You can setup prometheus to scrape from this endpoint by adding
- job_name: python_web_server
static_configs:
- targets: ["localhost:8000"]
labels:
group: "python web server"
while :
do
curl -s -o /dev/null 'http://localhost:8001'
done
$ watchexec -r -e py -- python3 test.py
Few important metrics being instrumented:
rate(hello_world_latency_seconds_count[1m])
: per-second rate of Hello World requestsrate(hello_world_latency_seconds_sum[1m])
is the amount of time spent responding to requests per second
If you divide these two expressions you get the average latency over the last minute. The full expression for average latency would be:
rate(hello_world_latency_seconds_sum[1m]) / rate(hello_world_latency_seconds_count[1m])
Let’s take an example. Say in the last minute you had three requests that took 2, 4, and 9 seconds. The count would be 3 and the sum would be 15 seconds, so the average latency is 5 seconds. rate is per second rather than per minute, so you in principle need to divide both sides by 60, but that cancels out.
- Histogram
hello_world_latency_seconds_bucket
- A histogram has a set of buckets, such as 1 ms, 10 ms, and 25 ms, that track the number of events that fall into each bucket.
The histogram_quantile
PromQL function can calculate a quantile from the buckets. For example, the 0.95 quantile (95th percentile) would be:
histogram_quantile(0.95, rate(hello_world_latency_seconds_bucket[1m]))
The rate is needed as the buckets’ time series are counters.
# TYPE hello_world_latency_seconds histogram
hello_world_latency_seconds_bucket{le="0.0001"} 6390.0
hello_world_latency_seconds_bucket{le="0.0002"} 11077.0
hello_world_latency_seconds_bucket{le="0.0005"} 11444.0
hello_world_latency_seconds_bucket{le="0.001"} 11447.0
hello_world_latency_seconds_bucket{le="0.01"} 11448.0
hello_world_latency_seconds_bucket{le="0.1"} 11448.0
hello_world_latency_seconds_bucket{le="+Inf"} 11448.0
hello_world_latency_seconds_count 11448.0
hello_world_latency_seconds_sum 1.3022565799996795
The buckets also include a count of events in all the smaller buckets, all the way up to the +Inf, bucket which is the total number of events. This is known as a cumulative histogram, and why the bucket label is called le, standing for less than or equal to.

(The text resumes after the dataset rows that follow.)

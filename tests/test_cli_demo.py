"""``shaftwatch demo``: the simulated survey of the invented demo plant."""

import json

import pytest

from engine.cli import main
from engine.demo_plant import PLANT, demo_signal, expected_velocity_mm_s


def test_demo_survey_json(capsys):
    assert main(["demo", "--survey", "15", "--json"]) == 0
    d = json.loads(capsys.readouterr().out)
    assert d["site"] == "Demo Works" and d["week"] == 15
    assert len(d["points"]) == sum(len(m.points) for m in PLANT.machines)
    by = {(r["machine"], r["point"]): r for r in d["points"]}
    # The measured overall velocity agrees with the simulator's analytic level (first
    # principles: Σ (A·g_n/ω)²/2 over the lines in 10–1000 Hz) within 5 %.
    for key in [("P-101", "pump DE H"), ("P-102", "pump DE V"), ("F-201", "fan DE H")]:
        signal, info = demo_signal(*key, 15, fs_hz=25600.0)
        expected = expected_velocity_mm_s(signal, fs_hz=25600.0, band_hz=(10.0, 1000.0))
        assert by[key]["velocity_rms_mm_s"] == pytest.approx(expected, rel=0.05)


def test_demo_table_and_bad_week(capsys):
    assert main(["demo", "--survey", "1"]) == 0
    out = capsys.readouterr().out
    assert "P-102" in out and "velocity mm/s RMS" in out and "invented" in out
    assert main(["demo", "--survey", "40"]) == 2
    assert "--survey week must be between 1 and 16" in capsys.readouterr().err


def test_demo_builds_archive_once_and_shows_tree(tmp_path, capsys):
    from engine.archive import open_archive
    from engine.demo_archive import demo_runs

    path = tmp_path / "dw.shaftwatch"
    assert main(["demo", str(path), "--json"]) == 0
    tree = json.loads(capsys.readouterr().out)
    assert tree["plant"] == "Demo Works"
    machines = {m["tag"]: m for m in tree["sites"][0]["machines"]}
    assert set(machines) == {m.tag for m in PLANT.machines}
    assert all(p["runs"] == PLANT.weeks for m in machines.values() for p in m["points"])
    with open_archive(path) as arc:
        assert len(arc.runs()) == len(demo_runs())
        assert arc.check() == []
        # P-102's pump drive end rises through the ISO 20816-3 group 2 rigid B/C (2.8)
        # and C/D (4.5 mm/s) boundaries (from memory) over the surveys; P-101 stays low.
        _, p102 = arc.trend("Demo Works/P-102/pump DE H", "velocity_rms_mm_s")
        _, p101 = arc.trend("Demo Works/P-101/pump DE H", "velocity_rms_mm_s")
        assert p102[0] < 2.8 < 4.5 < p102[-1] and max(p101) < 2.8
    # A second call finds the archive and only shows it.
    assert main(["demo", str(path)]) == 0
    assert "P-102" in capsys.readouterr().out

The best way to think of buckets (and metrics generally) is that while they may not always be perfect, they generally give you sufficient information to determine the next step when you are debugging. So, for example, if Prometheus indicates that the 0.95 quantile jumped from 300 ms to 350 ms, but it was actually from 305 ms to 355 ms that doesn’t matter that much. You still know that there was a big jump, and the next step in your investigation would be the same either way.